AgentProfile dataclass

AgentProfile(id: str, name: str, description: str = '', model: str = '', permission_mode: str = '', allowed_tools: list[str] = list(), mcp_servers: dict[str, dict] = dict(), system_prompt_suffix: str = '', install: dict = dict())

A capability bundle that configures agents for specific task types.

Profiles define what tools, MCP servers, model overrides, and system prompt additions an agent should receive when executing a task. They are resolved at task execution time (not during scheduling) to keep the scheduler deterministic and profile-unaware.

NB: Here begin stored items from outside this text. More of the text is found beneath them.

import { z } from 'zod';
import { defineAid } from '../aid';
import { refused, type Outcome } from '../outcome';

export const riseAndRunInput = z.object({
  /** Straight up (or across), mm; below zero it leans the other way. */
  rise: z.number().min(-100_000).max(100_000),
  /** Along, mm. */
  run: z.number().min(0.1).max(100_000),
  /** Of each reading, mm. */
  uncertainty: z.number().min(0).max(10).default(0.25),
});

export interface RiseAndRunResult {
  /** Degrees from the run, and from the rise (a saw's scale may show either). */
  angle: number;
  complement: number;
  /** Degrees either way. */
  uncertainty: number;
  /** mm along the slope. */
  slope: number;
  /** 1 in so many; null when level. */
  oneIn: number | null;
}

const degrees = (radians: number) => (radians * 180) / Math.PI;

/** An angle from what it rises over a run, with its uncertainty (elementary geometry). */
export function workRiseAndRun(input: z.output<typeof riseAndRunInput>): Outcome<RiseAndRunResult> {
  const { rise, run, uncertainty: u } = input;
  if (u * 2 >= Math.hypot(rise, run))
    return refused(
      'run',
      'The measuring error is as large as what is measured.',
      'Measure over a longer run, or with a finer instrument.',
    );
  const slope = Math.hypot(rise, run);
  const angle = degrees(Math.atan2(rise, run));
  return {
    ok: true,
    result: {
      angle,
      complement: 90 - Math.abs(angle),
      // Both readings at their own u: dθ = √((run u)² + (rise u)²) / slope² = u / slope.
      uncertainty: degrees(u / slope),
      slope,
      oneIn: Math.abs(rise) < 1e-6 ? null : Math.abs(run / rise),
    },
  };
}

/** The aid "Angle by rise and run". */
export const riseAndRunAid = defineAid({
  id: 'rise-and-run',
  title: 'Angle by rise and run',
  what: 'An angle from what it rises over a length, to set a blade or a gauge by.',
  sources: 'Geometry, computed.',
  caution: 'Unplug before you measure at the blade.',
  example: { rise: 15, run: 500 },
  input: riseAndRunInput,
  work: workRiseAndRun,
});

Resolution cascade: task.profile_id → project.default_profile_id → None (system default). See specs/agent-profiles.md.

TaskContext dataclass

TaskContext(description: str, task_id: str = '', acceptance_criteria: list[str] = list(), test_commands: list[str] = list(), checkout_path: str = '', branch_name: str = '', attached_context: list[str] = list(), mcp_servers: dict[str, dict] = dict())

The input bundle passed to an agent adapter when executing a task.

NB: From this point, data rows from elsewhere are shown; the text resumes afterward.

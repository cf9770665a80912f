-- One row per attempt that never reached flow: hour 0 does not exist, so it is not in any run denominator.
create table record.cannulation_attempt (
  attempt_key text primary key,
  person_key text,
  source_key text not null,
  attempt_year integer,
  reason text
);
comment on table record.cannulation_attempt is 'Cannulation attempts that never reached flow';
comment on column record.cannulation_attempt.attempt_key is 'random surrogate';
comment on column record.cannulation_attempt.person_key is 'the person';
comment on column record.cannulation_attempt.source_key is 'which source';
comment on column record.cannulation_attempt.attempt_year is 'calendar year; unit a';
comment on column record.cannulation_attempt.reason is 'listed reason, if mapped'
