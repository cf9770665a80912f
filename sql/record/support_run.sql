-- One row per support run: one continuous V-A support period. Hour 0 is the first sustained pump flow.
create table record.support_run (
  run_key text primary key check (regexp_full_match(run_key, '[0-9a-f]{32}')),
  person_key text not null,
  source_key text not null,
  nth_run integer check (nth_run >= 1),
  hours_from_first_run double check (hours_from_first_run >= 0),
  run_year integer not null check (run_year between 1990 and 2200),
  age_years integer check (age_years between 18 and 90),
  age_is_uncertain boolean not null default false,
  age_topcoded boolean not null default false,
  weight_kg double check (weight_kg between 20 and 400),
  cannulated_where text,
  transferred_in boolean,
  entry_h double check (entry_h >= 0),
  intended_pathway text,
  plan_is_from_start boolean not null default false,
  decision_h double check (decision_h <= 0),
  cannulation_start_h double check (cannulation_start_h <= 0),
  is_standby boolean,
  converted_from_vv boolean,
  observable_to_day_30 boolean not null,
  observable_to_day_90 boolean not null,
  observable_to_day_180 boolean not null,
  observable_to_day_365 boolean not null
);
comment on table record.support_run is 'One row per support run';
comment on column record.support_run.run_key is 'random surrogate, 128 bit';
comment on column record.support_run.person_key is 'the person supported';
comment on column record.support_run.source_key is 'which source, by its key in the mapping';
comment on column record.support_run.nth_run is 'order among the runs of this person, fixed before any row was set aside; empty if not knowable';
comment on column record.support_run.hours_from_first_run is 'start of this run after the start of the first run of this person; unit h';
comment on column record.support_run.run_year is 'calendar year of the start; unit a';
comment on column record.support_run.age_years is 'age at start in completed years, 90 stands for 90 and over; unit a';
comment on column record.support_run.age_is_uncertain is 'the source has a birth year only: the age may be one year less';
comment on column record.support_run.age_topcoded is 'age was 90 or more';
comment on column record.support_run.weight_kg is 'body mass at start; unit kg';
comment on column record.support_run.cannulated_where is 'place of cannulation';
comment on column record.support_run.transferred_in is 'arrived at this centre on support';
comment on column record.support_run.entry_h is 'arrival at this centre after hour 0, for runs transferred in on support: they are observed from then; unit h';
comment on column record.support_run.intended_pathway is 'bridge aimed at, see vocabulary.intended_pathway';
comment on column record.support_run.plan_is_from_start is 'the plan was written when support began and not overwritten: it is known at time zero';
comment on column record.support_run.decision_h is 'decision to support, before hour 0; unit h';
comment on column record.support_run.cannulation_start_h is 'skin puncture, before hour 0; unit h';
comment on column record.support_run.is_standby is 'procedural standby, planned in theatre';
comment on column record.support_run.converted_from_vv is 'hour 0 is a conversion from V-V';
comment on column record.support_run.observable_to_day_30 is 'the source could have seen day 30 of this run';
comment on column record.support_run.observable_to_day_90 is 'the source could have seen day 90 of this run';
comment on column record.support_run.observable_to_day_180 is 'the source could have seen day 180 of this run';
comment on column record.support_run.observable_to_day_365 is 'the source could have seen day 365 of this run'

This is the adapter's entire view of the work to be done: what to build (description, acceptance_criteria), how to verify it (test_commands), where to work (checkout_path, branch_name), and what tools/context are available. The orchestrator constructs this from the Task, its criteria, context entries, and tool permissions stored in the database.

AgentOutput dataclass

AgentOutput(result: AgentResult, summary: str = '', files_changed: list[str] = list(), tokens_used: int = 0, error_message: str | None = None, question: str | None = None)

The result returned by an agent adapter after task execution.

The orchestrator uses result to determine the next state transition, summary for Discord notifications, files_changed for commit/PR decisions, and tokens_used for budget tracking. On failure, error_message provides context for retry logic. When result is WAITING_INPUT, question contains the agent's question for human review.

Hook dataclass

Hook(id: str, project_id: str, name: str, enabled: bool = True, trigger: str = '{}', context_steps: str = '[]', prompt_template: str = '', llm_config: str | None = None, cooldown_seconds: int = 3600, max_tokens_per_run: int | None = None, created_at: float = 0.0, updated_at: float = 0.0)

Definition of an automated hook that runs in response to events or on a schedule.

Hooks allow project-level automation without manual intervention: they can be triggered periodically, by cron, or by task lifecycle events (via the EventBus). Each hook defines context-gathering steps, an LLM prompt template, and cooldown/budget limits to prevent runaway costs. See specs/hooks.md.

HookRun dataclass

HookRun(id: str, hook_id: str, project_id: str, trigger_reason: str, status: str = 'running', event_data: str | None = None, context_results: str | None = None, prompt_sent: str | None = None, llm_response: str | None = None, actions_taken: str | None = None, skipped_reason: str | None = None, tokens_used: int = 0, started_at: float = 0.0, completed_at: float | None = None)

A single execution record of a Hook.

Captures the full lifecycle of one hook invocation: why it fired (trigger_reason), what context was gathered, what prompt was sent to the LLM, and what actions resulted. Used for auditing and debugging hook behavior.

PhaseResult

Bases: Enum

Outcome of a single completion pipeline phase.

CompletionPhase dataclass

CompletionPhase(name: str, builtin: bool = True, blocking: bool = True)

Descriptor for one phase in the completion pipeline.

PipelineContext dataclass

PipelineContext(task: Task, agent: Agent, output: AgentOutput, workspace_path: str | None, workspace_id: str | None, repo: RepoConfig | None, default_branch: str = 'main', project: Project | None = None, pr_url: str | None = None)

Passed through each phase of the completion pipeline.